→ **Input for this task**:

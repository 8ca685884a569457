import { afterEach, beforeEach, describe, expect, it } from 'vitest';
import type { Page } from 'playwright-core';
import { sizeBldc, type BldcInput } from '../../calc/bldc/index.js';
import { baseUrl, field, launchBrowser, screenshot, signInThroughPage, type Browser } from '../support/browser.js';

let browser: Browser;
beforeEach(async () => {
  browser = await launchBrowser({ width: 1280, height: 900 });
});
afterEach(async () => browser.close());

interface MotorRow {
  id: number;
  tag: string;
  ratedPowerKw: number;
  poles: number;
  frame: string | null;
}

/** An 11 kW 4-pole motor of the demo register (the API answers with the session's cookie). */
async function demoMotor(page: Page): Promise<MotorRow> {
  const response = await page.request.get(`${baseUrl()}/api/motors?minKw=11&maxKw=11&pageSize=200`);
  expect(response.ok()).toBe(true);
  const { items } = (await response.json()) as { items: MotorRow[] };
  const motor = items.find((m) => m.ratedPowerKw === 11 && m.poles === 4 && m.frame) ?? items.find((m) => m.ratedPowerKw === 11 && m.poles === 4);
  expect(motor, 'the demo register has an 11 kW 4-pole motor').toBeDefined();
  return motor as MotorRow;
}

async function valueOf(page: Page, key: string): Promise<number> {
  return Number(await page.getByTestId(`bldc-value-${key}`).getAttribute('data-value'));
}

/** Relative difference (the page keeps calc's doubles unrounded in data-value). */
const close = (actual: number, expected: number) => Math.abs(actual - expected) <= 1e-9 * Math.max(1, Math.abs(expected));

describe('BLDC sizing', () => {
  it('an engineer sizes a BLDC for an 11 kW 4-pole motor: figures equal calc, drawing, charts, simulation, sweep, use', async () => {
    const { page } = browser;
    await signInThroughPage(page, 'engineer@kestrel.example');
    await page.getByTestId('overview-total-motors').waitFor();
    const motor = await demoMotor(page);

    await page.goto(`${baseUrl()}/bldc-sizing?motorId=${motor.id}`);
    await expect.poll(() => field(page, 'bldc-input-ratedPowerKw').inputValue(), { timeout: 30_000 }).toBe('11');
    expect(await page.getByTestId('bldc-subtitle').innerText()).toContain(motor.tag);
    await page.getByTestId('bldc-design').click();
    await page.getByTestId('bldc-shown-badge').filter({ hasText: 'Saved design #' }).waitFor({ timeout: 60_000 });
    const designId = Number(new URL(page.url()).searchParams.get('designId'));
    expect(designId).toBeGreaterThan(0);

    // The same input as the server stored it (with its IE4 floor) through calc in this process.
    const stored = (await (await page.request.get(`${baseUrl()}/api/designs/${designId}`)).json()) as { input: BldcInput; motorId: number | null };
    expect(stored.motorId).toBe(motor.id);
    expect(stored.input).toMatchObject({ ratedPowerKw: 11, supplyType: 'ac' });
    const expected = sizeBldc(stored.input);
    expect(expected.feasible).toBe(true);
    expect(await page.getByTestId('bldc-feasibility-verdict').innerText()).toBe('Feasible design');
    expect(await page.getByTestId('bldc-feasibility-limiting').innerText()).toContain(expected.limitingConstraint);
    const figures: Array<[string, number | undefined]> = [
      ['statorOuterDiameterMm', expected.geometry?.statorOuterDiameterMm],
      ['stackLengthMm', expected.geometry?.stackLengthMm],
      ['magnetThicknessMm', expected.geometry?.magnetThicknessMm],
      ['turnsPerPhase', expected.turnsPerPhase],
      ['parallelPaths', expected.parallelPaths],
      ['phaseResistanceOhm', expected.phaseResistanceOhm],
      ['copperW', expected.losses?.copperW],
      ['ironW', expected.losses?.ironW],
      ['magnetW', expected.losses?.magnetW],
      ['mechanicalW', expected.losses?.mechanicalW],
      ['driveW', expected.losses?.driveW],
      ['efficiencyPct', expected.efficiencyPct],
      ['systemEfficiencyPct', expected.systemEfficiencyPct],
      ['massCopperKg', expected.massKg?.copper],
      ['massMagnetKg', expected.massKg?.magnet],
      ['massTotalKg', expected.massKg?.total],
      ['powerDensityKwPerKg', expected.powerDensityKwPerKg],
      ['torquePerRotorVolumeKnmPerM3', expected.torquePerRotorVolumeKnmPerM3],
      ['activeMaterialCost', expected.activeMaterialCost],
      ['demagnetisationMarginPct', expected.demagnetisationMarginPct],
    ];
    for (const [key, value] of figures) {
      expect(value, key).toBeDefined();
      const shown = await valueOf(page, key);
      expect(close(shown, value as number), `${key}: page ${shown}, calc ${value}`).toBe(true);
    }
    const fmt = (value: number, digits: number) => new Intl.NumberFormat('en-GB', { maximumFractionDigits: digits }).format(value);
    expect(await page.getByTestId('bldc-key-system-efficiency').innerText()).toBe(`${fmt(expected.systemEfficiencyPct as number, 2)} %`);
    expect(await page.getByTestId('bldc-key-slots-poles').innerText()).toBe(`${expected.slots} / ${expected.poles}`);
    expect(await page.getByTestId('bldc-winding-factor').innerText()).toBe(fmt(expected.windingFactor as number, 4));

    // The drawing: one slot per stator slot, 2p magnets; the winding: one row per coil side.
    expect(await page.locator('[data-testid="bldc-cross-section"] [data-slot]').count()).toBe(expected.slots);
    expect(await page.locator('[data-testid="bldc-cross-section"] [data-magnet]').count()).toBe(expected.poles);
    expect(await page.getByTestId('bldc-winding-row').count()).toBe(expected.winding?.sides.length);
    await screenshot(page, 'bldc-sizing-design');

    // Charts: each renders its series.
    await page.getByTestId('bldc-tab-performance').click();
    const seriesIn = (testid: string) => page.locator(`[data-testid="${testid}"] .apexcharts-series`);
    await expect.poll(() => seriesIn('bldc-chart-airgap').count(), { timeout: 30_000 }).toBe(1 + 4);
    await expect.poll(() => seriesIn('bldc-chart-efficiency').count(), { timeout: 20_000 }).toBe(2);
    await expect.poll(() => page.locator('[data-testid="bldc-efficiency-map"] .apexcharts-heatmap-series, [data-testid="bldc-efficiency-map"] .apexcharts-heatmap .apexcharts-series').count(), { timeout: 20_000 }).toBeGreaterThanOrEqual(16);
    expect(await page.locator('[data-testid="bldc-chart-airgap"]').innerText()).toContain('Line A–B');
    await screenshot(page, 'bldc-sizing-performance');

    // The start-up simulation runs to completion in the browser's worker, with progress.
    await page.getByTestId('bldc-tab-startup').click();
    await field(page, 'bldc-sim-duration').fill('0.6');
    await page.getByTestId('bldc-simulate').click();
    await page.getByTestId('bldc-simulation-progress').waitFor({ timeout: 20_000 });
    await page.getByTestId('bldc-chart-simulation').waitFor({ timeout: 120_000 });
    await expect.poll(() => seriesIn('bldc-chart-simulation').count(), { timeout: 20_000 }).toBe(1 + 3 + 2);
    const finalSpeed = Number((await page.getByTestId('bldc-sim-final-speed').innerText()).replace(/[^\d.]/g, ''));
    const setSpeed = Number(await field(page, 'bldc-sim-set-speed').inputValue());
    expect(Math.abs(finalSpeed - setSpeed) / setSpeed).toBeLessThan(0.02);
    await screenshot(page, 'bldc-sizing-startup');

    // A second run can be cancelled.
    await field(page, 'bldc-sim-duration').fill('5');
    await page.getByTestId('bldc-simulate').click();
    await page.getByTestId('bldc-simulation-progress').waitFor();
    await page.getByTestId('bldc-simulate-cancel').click();
    await page.getByTestId('bldc-simulation-cancelled').waitFor({ timeout: 10_000 });

    // A sweep of the air-gap flux density: a row per value and a series per chosen figure.
    await page.getByTestId('bldc-tab-sweep').click();
    await page.getByTestId('bldc-sweep-run').click();
    await expect.poll(() => page.getByTestId('bldc-sweep-row').count(), { timeout: 60_000 }).toBe(9);
    await expect.poll(() => seriesIn('bldc-chart-sweep').count(), { timeout: 20_000 }).toBe(3);
    await screenshot(page, 'bldc-sizing-sweep');

    // Use this design for the motor.
    await page.getByTestId('bldc-use-design').click();
    await page.getByTestId('bldc-use-design-done').waitFor();
    expect(await page.getByTestId('bldc-use-design-done').innerText()).toContain(motor.tag);
    const linked = (await (await page.request.get(`${baseUrl()}/api/designs/${designId}`)).json()) as { linkedMotorIds: number[] };
    expect(linked.linkedMotorIds).toContain(motor.id);
    expect(browser.problems.filter((problem) => /Content Security Policy|Refused to/.test(problem))).toEqual([]);
  });

  it('a viewer opens a stored design read-only', async () => {
    const { page } = browser;
    await signInThroughPage(page, 'engineer@kestrel.example');
    await page.getByTestId('overview-total-motors').waitFor();
    const created = await page.request.post(`${baseUrl()}/api/designs`, {
      headers: { 'x-csrf-token': ((await (await page.request.get(`${baseUrl()}/api/auth/csrf`)).json()) as { token: string }).token },
      data: { ratedPowerKw: 4, speedRpm: 1500, supplyVoltageV: 400, frequencyHz: 50, slots: 18, poles: 12, name: 'Viewer check' },
    });
    expect(created.status()).toBe(201);
    const { id } = (await created.json()) as { id: number };
    await page.context().clearCookies();

    await signInThroughPage(page, 'viewer@kestrel.example');
    await page.getByTestId('overview-total-motors').waitFor();
    await page.goto(`${baseUrl()}/bldc-sizing?designId=${id}`);
    await page.getByTestId('bldc-shown-badge').filter({ hasText: `Saved design #${id}` }).waitFor();
    expect(await page.getByTestId('bldc-design').count()).toBe(0);
    expect(await page.getByTestId('bldc-use-design').count()).toBe(0);
    expect(await page.locator('[data-testid="bldc-cross-section"] [data-slot]').count()).toBe(18);
    await screenshot(page, 'bldc-sizing-viewer');
  });
});
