import { mkdtempSync, rmSync, writeFileSync } from 'node:fs';
import { tmpdir } from 'node:os';
import { join } from 'node:path';
import * as XLSX from 'xlsx';
import { afterEach, beforeEach, describe, expect, it } from 'vitest';
import { field, launchBrowser, screenshot, signInThroughPage, type Browser } from '../support/browser.js';

let browser: Browser;
let folder: string;
beforeEach(async () => {
  browser = await launchBrowser();
  folder = mkdtempSync(join(tmpdir(), 'statorline-intake-e2e-'));
});
afterEach(async () => {
  await browser.close();
  rmSync(folder, { recursive: true, force: true });
});

/**
 * A walk-down survey of a few invented motors for the demo dairy, as a plant engineer types it: a
 * title row above the headers, units in the cells, kW and hp mixed, one row with a bad power.
 */
function surveyWorkbook(path: string): void {
  const rows: (string | number)[][] = [
    ['Walk-down survey, boiler house and CIP — March'],
    ['Tag', 'Description', 'Area', 'Application', 'Rated power', 'Speed', 'Voltage', 'Eff. class', 'PF', 'Hours/yr', 'Control'],
    ['WD-F-301', 'Boiler forced-draught fan', 'Boiler house', 'fan', '7.5 kW', '1460 rpm', '400 V', 'IE2', 0.83, 6500, 'outlet damper'],
    ['WD-P-302', 'CIP supply pump', 'CIP', 'pump', '10 hp', '2900 rpm', '400 V', 'IE3', 0.86, '4000', 'throttling valve'],
    ['WD-P-303', 'CIP return pump', 'CIP', 'pump', '5,5 kW', 2880, 400, 'IE1', 0.84, 4000, 'VFD'],
    ['WD-C-304', 'Condensate conveyor', 'Boiler house', 'conveyor', 'large', 1450, 400, 'unknown', 0.8, 3000, 'DOL'],
  ];
  const workbook = XLSX.utils.book_new();
  XLSX.utils.book_append_sheet(workbook, XLSX.utils.aoa_to_sheet(rows), 'Survey');
  writeFileSync(path, XLSX.write(workbook, { type: 'buffer', bookType: 'xlsx' }) as Buffer);
}

describe('intake', () => {
  it('an engineer imports a survey spreadsheet, commits it, and finds a motor in the register', async () => {
    const { page } = browser;
    const file = join(folder, 'walk-down-survey.xlsx');
    surveyWorkbook(file);

    await signInThroughPage(page, 'engineer@kestrel.example');
    await page.getByTestId('nav-intake').click();
    await page.getByTestId('intake-site').click();
    await page.getByRole('option', { name: 'Kestrel Valley Dairy' }).click();
    await page.locator('[data-testid="intake-file"] input[type=file], input[type=file][data-testid="intake-file"]').first().setInputFiles(file);
    await page.getByTestId('intake-upload').click();

    // Step 2: the suggested mapping lists every header of the file.
    const mapping = page.getByTestId('intake-mapping');
    await mapping.waitFor();
    for (const header of ['Tag', 'Rated power', 'Eff. class', 'Hours/yr', 'Control']) expect(await mapping.innerText()).toContain(header);
    expect(page.url()).toMatch(/[?&]batch=\d+/);
    await page.getByTestId('intake-apply-mapping').click();

    // Step 3: four rows, three valid; the bad power is named with its value.
    const preview = page.getByTestId('intake-preview');
    await preview.waitFor();
    expect(await page.getByTestId('intake-count-total').innerText()).toContain('4');
    expect(await page.getByTestId('intake-count-valid').innerText()).toContain('3');
    expect(await page.getByTestId('intake-count-invalid').innerText()).toContain('1');
    expect(await preview.innerText()).toContain('“large”');
    await page.evaluate(() => window.scrollTo(0, 0));
    await screenshot(page, 'intake-preview');

    // The page survives a reload: the batch is in the address.
    await page.reload();
    await page.getByTestId('intake-preview').waitFor();

    await page.getByTestId('intake-commit').click();
    await page.getByTestId('intake-result').waitFor({ timeout: 30_000 });
    expect(await page.getByTestId('intake-result-created').innerText()).toBe('3');
    expect(await page.getByTestId('intake-result-skipped').innerText()).toBe('1');
    expect(await page.getByTestId('intake-batches').innerText()).toContain('walk-down-survey.xlsx');

    // The register finds the motor by its tag; 10 hp arrived as 7.457 kW.
    await page.getByTestId('nav-motors').click();
    await page.getByTestId('motors-table').locator('tbody tr').first().waitFor();
    await field(page, 'motors-search').fill('WD-P-302');
    const row = page.getByTestId('motors-table').locator('tbody tr', { hasText: 'WD-P-302' });
    await row.waitFor();
    await expect.poll(async () => page.getByTestId('motors-table').locator('tbody tr').count()).toBe(1);
    expect(await row.innerText()).toContain('7.5 kW');
    await page.evaluate(() => window.scrollTo(0, 0));
    await screenshot(page, 'motor-register');

    await row.locator('td').nth(2).click();
    await page.getByTestId('motor-detail-tag').waitFor();
    expect(await page.getByTestId('motor-detail-tag').innerText()).toContain('WD-P-302');
    const nameplate = await page.getByTestId('motor-detail-nameplate').innerText();
    expect(nameplate).toContain('2,900 rpm');
    expect(nameplate).toContain('IE3');
    expect(await page.getByTestId('motor-history').innerText()).toContain('Added by an import');
    await page.evaluate(() => window.scrollTo(0, 0));
    await screenshot(page, 'motor-detail');

    expect(browser.problems.filter((problem) => /Content Security Policy|Refused to/.test(problem))).toEqual([]);
  });

  it('a viewer sees the register but neither Intake nor “New motor”', async () => {
    const { page } = browser;
    await signInThroughPage(page, 'viewer@kestrel.example');
    await page.getByTestId('nav-motors').click();
    await page.getByTestId('motors-table').locator('tbody tr').first().waitFor();
    expect(await page.getByTestId('nav-intake').count()).toBe(0);
    expect(await page.getByTestId('motors-new').count()).toBe(0);
  });
});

→ **Problem description**: The lines above, starting at the one with "expect(Math.abs(finalSpeed - setSpeed)" and ending at the one with "per chosen figure.", are the only ones to return, exactly as written.

→ **Exercise solution**:
    expect(Math.abs(finalSpeed - setSpeed) / setSpeed).toBeLessThan(0.02);
    await screenshot(page, 'bldc-sizing-startup');

    // A second run can be cancelled.
    await field(page, 'bldc-sim-duration').fill('5');
    await page.getByTestId('bldc-simulate').click();
    await page.getByTestId('bldc-simulation-progress').waitFor();
    await page.getByTestId('bldc-simulate-cancel').click();
    await page.getByTestId('bldc-simulation-cancelled').waitFor({ timeout: 10_000 });

    // A sweep of the air-gap flux density: a row per value and a series per chosen figure.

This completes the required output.